Sunday 20 October 2019

DUP denies reports party is 'to be handed millions' to back May's Brexit deal

Democratic Unionist Party (DUP) deputy leader Nigel Dodds, speaks to the media outside the Cabinet Office, in London, Britain March 15, 2019. REUTERS/Henry Nicholls
Democratic Unionist Party (DUP) deputy leader Nigel Dodds, speaks to the media outside the Cabinet Office, in London, Britain March 15, 2019. REUTERS/Henry Nicholls
Independent.ie Newsdesk

Independent.ie Newsdesk

The DUP has moved to squash speculation Northern Ireland could be offered extra cash by Theresa May's government in a bid to break the Brexit impasse.

Deputy leader Nigel Dodds MP said on Friday talks between the party and senior cabinet ministers had been "constructive" and that the Government was focused on resolving the Irish backstop issue.

He met with chancellor Philip Hammond, chief whip Julian Smith and Environment Secretary Michael Gove.

The presence of Mr Hammond prompted speculation that Northern Ireland could be given a further funding boost in exchange for the DUP supporting the Prime Minister's Brexit deal.

However, Mr Dodds said "cash" was not discussed during the meetings.

Securing the support of the Northern Irish MPs is viewed as crucial to the government's hopes of winning the third vote on the Brexit withdrawal agreement next week.

On Saturday, a DUP spokesman said: “We are in discussions with the Government to ensure Northern Ireland is not separated out from the rest of the United Kingdom as we leave the European Union.
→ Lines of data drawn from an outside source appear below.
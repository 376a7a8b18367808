"""Synthetic scenes with ground truth: foams, capsules and cell sheets.

Every scene here is **invented data**, made for the demo and for benchmarks only; none is
a check value for the segmentation. Each generator returns a :class:`Scene` holding the
image (float32; walls ≈ 1, interiors ≈ 0 before illumination), the ground-truth label map
of the chambers, the spacing and the labels cut by the scan border. The same seed gives
the same scene, bit for bit.

Examples
--------
>>> from cavitas.scenes import foam
>>> scene = foam((24, 24, 24), cells=6, noise=0.0, seed=3)
>>> bool(scene.truth[scene.image > 0.9].max() == 0)  # bright wall voxels are 0 in truth
True
"""

from ._common import Scene
from .capsules import capsules
from .cell_sheet import cell_sheet
from .foam import foam

__all__ = ["Scene", "capsules", "cell_sheet", "foam"]
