def _backward_offsets(ndim: int, connectivity: int) -> np.ndarray:
    """``(dz, dy, dx)`` of the neighbours within ``connectivity`` orthogonal hops that come
    earlier in raster order (scikit-image's meaning of connectivity)."""
    steps = [d for d in np.ndindex(*(3,) * ndim)
             if 0 < sum(abs(v - 1) for v in d) <= connectivity]
    back = [tuple(v - 1 for v in d) for d in steps if tuple(v - 1 for v in d) < (0,) * ndim]
    return np.array([(0,) * (3 - ndim) + b for b in back], np.int64).reshape(-1, 3)


def cut_pieces(outside: np.ndarray, connectivity: int, min_voxels: int,
               beyond_roi: np.ndarray | None = None) -> np.ndarray:
    """Components of the outside basin (walls removed) that touch the scan or ROI border.

    Pieces smaller than ``min_voxels`` are dropped; the others are numbered ``1..m``.
    """
    dual = dual_connectivity(outside.ndim, connectivity)
    structure = ndi.generate_binary_structure(outside.ndim, dual)
    if beyond_roi is not None:
        outside = outside & ~beyond_roi
    pieces, n = ndi.label(outside, structure)
    if n == 0:
        return pieces
    border = np.zeros(n + 1, bool)
    for ax in range(outside.ndim):
        for end in (0, -1):
            border[np.take(pieces, end, axis=ax)] = True
    if beyond_roi is not None and beyond_roi.any():
        border[pieces[ndi.binary_dilation(beyond_roi, structure)]] = True
    size = label_counts(pieces, n + 1)
    ok = border & (size >= min_voxels)
    ok[0] = False
    new = np.zeros(n + 1, pieces.dtype)
    new[ok] = np.arange(1, ok.sum() + 1)
    return new[pieces]


@dataclass(frozen=True)
class FaceValues:
    """The border voxels (:func:`border_voxels`) with their value at the delineation scale
    and the basin each lies in."""

    index: np.ndarray  # flat index of each border voxel
    value: np.ndarray  # its value (walls high)
    basin: np.ndarray  # its basin (``n_labels + 1``: the outside basin)


def border_voxels(shape: tuple[int, ...], beyond_roi: np.ndarray | None = None) -> np.ndarray:
    """Flat indices of the voxels on the array's faces and, with a ROI, next to its outside
    (``beyond_roi``, itself excluded), in increasing order.

    Examples
    --------
    >>> border_voxels((3, 3)).tolist()
    [0, 1, 2, 3, 5, 6, 7, 8]
    """
    border = np.zeros(shape, bool)
    for face in face_slices(len(shape)):
        border[face] = True
    if beyond_roi is not None and beyond_roi.any():
        border |= ndi.binary_dilation(beyond_roi, ndi.generate_binary_structure(len(shape), 1))
        border &= ~beyond_roi
    return np.flatnonzero(border)
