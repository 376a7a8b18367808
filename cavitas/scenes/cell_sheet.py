"""A synthetic membrane-stained cell sheet in 2D: Voronoi-like cells with gently curved
walls (invented data, for the demo and benchmarks only)."""

from __future__ import annotations

from collections.abc import Sequence

import numpy as np
from scipy import ndimage as ndi

from .. import _checks
from ._common import (
    Scene,
    border_labels,
    check_count,
    check_imaging,
    check_range,
    check_shape,
    physical_grid,
    render,
    seed_cells,
    split_components,
)
from ._voronoi import voronoi_walls

__all__ = ["cell_sheet"]

#: Minimum seed distance as a fraction of the mean seed distance.
_MIN_DISTANCE = 0.7
#: Largest slope of the smooth warp that bends the walls (wall thickness varies by ± this).
_WARP_SLOPE = 0.2


def cell_sheet(shape: Sequence[int] = (512, 512), *, cells: int = 150,
               wall_thickness: float = 2.5, noise: float = 0.1, ramp: float = 1.0,
               walls: str = "bright", blur: float = 1.0,
               spacing: Sequence[float] = (0.2, 0.2), seed: int = 0) -> Scene:
    """Make a 2D membrane-stained cell sheet filling the image (invented data).

    Cells are the Voronoi cells of random seeds (minimum distance 0.7 of the mean), seen
    through a smooth random warp of the plane so their walls are gently curved; seeds also
    lie in a margin around the image, so the cells at the border are cut by it (listed in
    ``border_labels``). A pixel is membrane when its warped distance to the bisector between
    its cell's seed and a neighbour's is below half the wall thickness; the warp's slope is
    at most 0.2, so the membrane is ``wall_thickness`` ± 20 % pixels thick.

    For the demo and for benchmarks only: the geometry is invented.

    Parameters
    ----------
    shape : sequence of int
        ``(y, x)``.
    cells : int
        Number of seeds, in the image and a thin margin around it (half the minimum seed
        distance); ``truth`` holds the cells that reach into the image (nearly always all).
    wall_thickness : float
        Membrane thickness in pixels of the coarsest axis.
    noise : float
        Standard deviation of the added Gaussian noise, as a fraction of the wall-to-interior
        contrast (1); 0.3 is a hard case.
    ramp : float
        Illumination gain rising linearly from 1 at the top-left corner to ``ramp`` at the
        bottom-right one.
    walls : {"bright", "dark"}
        Bright membranes on dark cytoplasm (default) or the inverse.
    blur : float
        Gaussian blur, standard deviation in pixels.
    spacing : sequence of float
        Pixel size in µm, ``(y, x)``.
    seed : int
        Seed of the random generator; the same seed gives the same scene.

    Returns
    -------
    Scene

    Notes
    -----
    The image is made in this order: partial-volume membranes (1) on 0 → blur → polarity →
    illumination → Gaussian noise.

    Examples
    --------
    >>> scene = cell_sheet((64, 64), cells=6, seed=4)
    >>> scene.image.shape, scene.n_labels, len(scene.border_labels)
    ((64, 64), 6, 6)
    """
    params = dict(generator="cell_sheet", shape=shape, cells=cells,
                  wall_thickness=wall_thickness, noise=noise, ramp=ramp, walls=walls,
                  blur=blur, spacing=spacing, seed=seed)
    shape = check_shape(shape, 2)
    spacing = _checks.spacing(spacing, 2)
    cells = check_count("cells", cells, 2)
    check_range("wall_thickness", wall_thickness, 0.5, 20.0)
    check_imaging(noise=noise, ramp=ramp, blur=blur, walls=walls)
    rng = np.random.default_rng(seed)

    step = max(spacing)
    extent = np.array(shape) * np.array(spacing)
    seeds, mean_distance = seed_cells(rng, cells, extent, _MIN_DISTANCE)

    warp = _warp(rng, shape, spacing, mean_distance)
    points = physical_grid(shape, spacing)
    warped = points + warp.reshape(-1, 2)
    seed_index = np.clip(seeds / np.array(spacing), 0, np.array(shape) - 1).T
    seeds = seeds + np.stack([ndi.map_coordinates(w, seed_index, order=1, mode="nearest")
                              for w in np.moveaxis(warp, -1, 0)], axis=1)
    vw = voronoi_walls(warped, seeds, wall_thickness * step / 2.0, step)

    truth = split_components(np.where(vw.wall, 0, vw.nearest + 1).reshape(shape))
    image = render(vw.clean.reshape(shape), rng, blur=blur, walls=walls, ramp=ramp,
                   noise=noise)
    cut = border_labels(truth)
    description = (
        f"Synthetic membrane-stained cell sheet (invented data, for the demo and benchmarks "
        f"only): {truth.max()} cells in a {shape[0]}x{shape[1]} image at spacing {spacing} "
        f"µm, {len(cut)} of them cut by the image border; warped Voronoi cells with curved "
        f"membranes {wall_thickness} pixels thick, {walls} walls, blur σ={blur} pixels, "
        f"illumination ×1→×{ramp}, Gaussian noise σ={noise} of the membrane contrast."
    )
    return Scene(image=image, truth=truth, spacing=spacing, border_labels=cut,
                 description=description, params=params)


def _warp(rng: np.random.Generator, shape: tuple[int, ...], spacing: tuple[float, ...],
          scale: float) -> np.ndarray:
    """A smooth random displacement field (physical units), ``shape + (2,)``, varying over
    about half a cell (``scale``) with slope at most ``_WARP_SLOPE``."""
    sigma = [0.5 * scale / s for s in spacing]
    field = np.stack([ndi.gaussian_filter(rng.standard_normal(shape), sigma, mode="wrap")
                      for _ in range(2)], axis=-1)
    slope = max(np.abs(np.gradient(field[..., c], spacing[a], axis=a)).max()
                for c in range(2) for a in range(2))
    return field * (_WARP_SLOPE / slope)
Contrary to some reports we are not discussing cash.

"There are still issues to be addressed in our discussions.”

The DUP sceured more than £1billion in extra funding for the province in exchange for DUP MP's support in the Commons as part of a confidence and supply arrangement struck after the 2017 general election

That agreement comes to an end in June.

The Daily Telegraph reports ministers are "increasingly optimistic" that the DUP can be persuaded to back the deal.

The newspaper reports the negotiations are focused on winning legal reassurances that Northern Ireland would not diverge from the rest of the UK, in the event that the Irish backstop kicked in.